Après Paramaribo en 1998 et la Havane en 1999, Cayenne a accueilli la conférence annuelle de l'Association des Historiens de la Caraïbe (AHC) du 16 au 20 avril 2000. L'AHC regroupe des historiens du bassin de la Caraïbe ainsi que des membres venant des universités et des organismes de recherche des Etats-Unis, du Canada, du Mexique, du Venezuela et du Brésil et de certaines universités de l'Union Européenne.

Les trente-deux communications présentées ont été regroupées dans cet ouvrage. Un nombre significatif de communications a été consacré aux problématiques de l'histoire de la Guyane, le pays d'accueil. Dix intervenants ont ainsi traité des questions du peuplement et de la mise en valeur coloniale de la Guyane, des réactions politiques et identitaires liées à la pratique française de l'assimilation.

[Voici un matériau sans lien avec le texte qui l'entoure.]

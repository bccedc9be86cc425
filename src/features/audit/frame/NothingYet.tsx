import { EmptyState } from '../../../components/ui/EmptyState.tsx';
import type { AuditWording } from '../audit-wording.ts';

interface Props extends Pick<AuditWording, 't'> {
  readonly why: 'no-plan' | 'not-in' | 'no-readings' | 'no-result' | 'no-checks';
}

/** Stands where figures will be. */
export function NothingYet({ why, t }: Props) {
  return <EmptyState title={t(`audit:nothing.${why}.title`)}>{t(`audit:nothing.${why}.words`)}</EmptyState>;
}
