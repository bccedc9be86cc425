import type { Starter, StarterWords } from './starter.ts';

/** Burrs and ragged edges: sawing and shearing. */
export function cutting(t: StarterWords): Starter {
  return {
    title: t('cutting.title'),
    result: {
      name: t('cutting.result'),
      unit: 'mm',
      wish: 'less',
      kind: 'measured',
      usual: 0.12,
      lowest: 0.08,
      highest: 0.16,
      worth: 0.03,
      atMost: 0.1,
    },
    measuring: { who: 'operator', when: 'atOnce', partsPerRun: '3' },
    settings: [
      {
        id: 'blade-speed',
        name: t('cutting.bladeSpeed'),
        unit: 'm/min',
        low: 40,
        high: 60,
        usual: 50,
        harderEnd: 'high',
      },
      { id: 'feed', name: t('cutting.feed'), unit: 'mm/s', low: 30, high: 50, usual: 40, harderEnd: 'high' },
      { id: 'clamp', name: t('cutting.clamp'), unit: 'bar', low: 4, high: 6, usual: 5, harderEnd: 'high' },
      { id: 'blade', name: t('cutting.blade'), either: [t('cutting.fine'), t('cutting.coarse')] },
    ],
    hazards: ['movingParts', 'loudNoise'],
    stop: ['smoke', 'jam', 'oddSound', 'someoneHurt'],
    watch: { name: t('cutting.watch'), wish: 'less', kind: 'rejects', lotSize: 50, usual: 5, atMost: 6 },
  };
}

Les questions abordées par ailleurs ont été rassemblées, dans les langues des intervenants, autour des thèmes suivants : criminalité et châtiments dans la Caraïbe ; la question de la nationalité aux Antilles françaises ; le traitement de l'environnement ; la Caraïbe vue du Mexique ; relations internationales et historiographie ; migrations transatlantiques et questions identitaires dans la Caraïbe britannique ; division sexuelle du travail et représentation de la sexualité.

En dépit de l'obstacle linguistique que pourraient rencontrer certains lecteurs, les textes rassemblées ici donnent de la Caraïbe un éclairage diversifié rarement disponible dans les lieux accueillant le grand public.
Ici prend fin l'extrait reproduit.